(Saved data entries)
= = = = = = =

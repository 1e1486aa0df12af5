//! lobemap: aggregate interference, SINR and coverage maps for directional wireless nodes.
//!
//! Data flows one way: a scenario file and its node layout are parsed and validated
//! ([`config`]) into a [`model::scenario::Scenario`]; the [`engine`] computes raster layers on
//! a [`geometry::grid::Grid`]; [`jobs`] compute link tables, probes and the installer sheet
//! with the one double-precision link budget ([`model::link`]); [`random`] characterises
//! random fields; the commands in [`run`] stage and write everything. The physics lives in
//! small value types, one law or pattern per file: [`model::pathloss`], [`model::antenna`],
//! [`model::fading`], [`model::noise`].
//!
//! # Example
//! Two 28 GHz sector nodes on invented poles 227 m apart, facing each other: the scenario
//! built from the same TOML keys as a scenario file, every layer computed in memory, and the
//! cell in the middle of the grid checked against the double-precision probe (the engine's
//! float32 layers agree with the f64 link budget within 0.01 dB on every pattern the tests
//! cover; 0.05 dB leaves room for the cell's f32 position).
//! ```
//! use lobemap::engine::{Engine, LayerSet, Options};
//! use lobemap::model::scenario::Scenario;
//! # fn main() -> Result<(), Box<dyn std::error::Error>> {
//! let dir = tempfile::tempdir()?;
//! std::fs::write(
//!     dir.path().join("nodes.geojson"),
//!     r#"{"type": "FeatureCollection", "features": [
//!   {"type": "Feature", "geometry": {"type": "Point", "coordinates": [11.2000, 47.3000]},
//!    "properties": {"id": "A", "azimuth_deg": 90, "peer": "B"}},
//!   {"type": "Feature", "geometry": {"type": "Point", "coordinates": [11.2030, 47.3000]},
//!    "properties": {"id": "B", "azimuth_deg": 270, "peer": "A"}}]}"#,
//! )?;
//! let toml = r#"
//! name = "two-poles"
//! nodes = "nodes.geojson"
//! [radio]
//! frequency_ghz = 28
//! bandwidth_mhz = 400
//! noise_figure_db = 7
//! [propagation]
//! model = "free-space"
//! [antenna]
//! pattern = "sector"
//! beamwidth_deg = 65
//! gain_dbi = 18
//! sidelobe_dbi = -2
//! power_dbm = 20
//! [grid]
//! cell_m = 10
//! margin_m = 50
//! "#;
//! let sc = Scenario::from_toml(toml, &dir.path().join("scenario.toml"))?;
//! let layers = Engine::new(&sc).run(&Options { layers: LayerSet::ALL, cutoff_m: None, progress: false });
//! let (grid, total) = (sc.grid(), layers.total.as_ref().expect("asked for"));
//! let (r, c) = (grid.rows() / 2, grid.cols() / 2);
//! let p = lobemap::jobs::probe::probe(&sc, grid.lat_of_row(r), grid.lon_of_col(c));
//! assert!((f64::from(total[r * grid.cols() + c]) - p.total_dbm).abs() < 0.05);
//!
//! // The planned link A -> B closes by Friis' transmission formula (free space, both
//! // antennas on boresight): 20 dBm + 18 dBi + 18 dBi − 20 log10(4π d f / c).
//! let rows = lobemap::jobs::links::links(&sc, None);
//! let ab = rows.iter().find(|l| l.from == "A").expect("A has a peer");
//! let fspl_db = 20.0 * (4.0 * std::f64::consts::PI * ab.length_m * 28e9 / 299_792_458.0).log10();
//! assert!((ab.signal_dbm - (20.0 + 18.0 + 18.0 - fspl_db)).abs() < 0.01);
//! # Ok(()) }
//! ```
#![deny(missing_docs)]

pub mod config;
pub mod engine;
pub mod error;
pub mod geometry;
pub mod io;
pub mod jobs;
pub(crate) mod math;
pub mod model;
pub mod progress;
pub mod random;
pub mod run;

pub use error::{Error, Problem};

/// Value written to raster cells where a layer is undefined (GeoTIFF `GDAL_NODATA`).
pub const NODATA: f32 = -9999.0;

= = = = = = =

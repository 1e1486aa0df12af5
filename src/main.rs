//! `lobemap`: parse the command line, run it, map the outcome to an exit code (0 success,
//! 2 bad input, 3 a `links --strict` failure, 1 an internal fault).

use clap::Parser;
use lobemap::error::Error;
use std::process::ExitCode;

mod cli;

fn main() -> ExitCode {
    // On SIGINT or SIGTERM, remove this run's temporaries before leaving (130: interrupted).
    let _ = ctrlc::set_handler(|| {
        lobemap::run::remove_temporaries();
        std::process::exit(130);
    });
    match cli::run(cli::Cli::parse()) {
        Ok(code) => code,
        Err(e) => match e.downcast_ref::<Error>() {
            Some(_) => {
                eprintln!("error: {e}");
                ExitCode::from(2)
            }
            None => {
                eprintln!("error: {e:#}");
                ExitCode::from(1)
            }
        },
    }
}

= = = = = = =

**PROBLEM STATEMENT:**
Each line above that carries the string "pattern" has to be returned.

**WORKED SOLUTION:**
//! small value types, one law or pattern per file: [`model::pathloss`], [`model::antenna`],
//! float32 layers agree with the f64 link budget within 0.01 dB on every pattern the tests
//! pattern = "sector"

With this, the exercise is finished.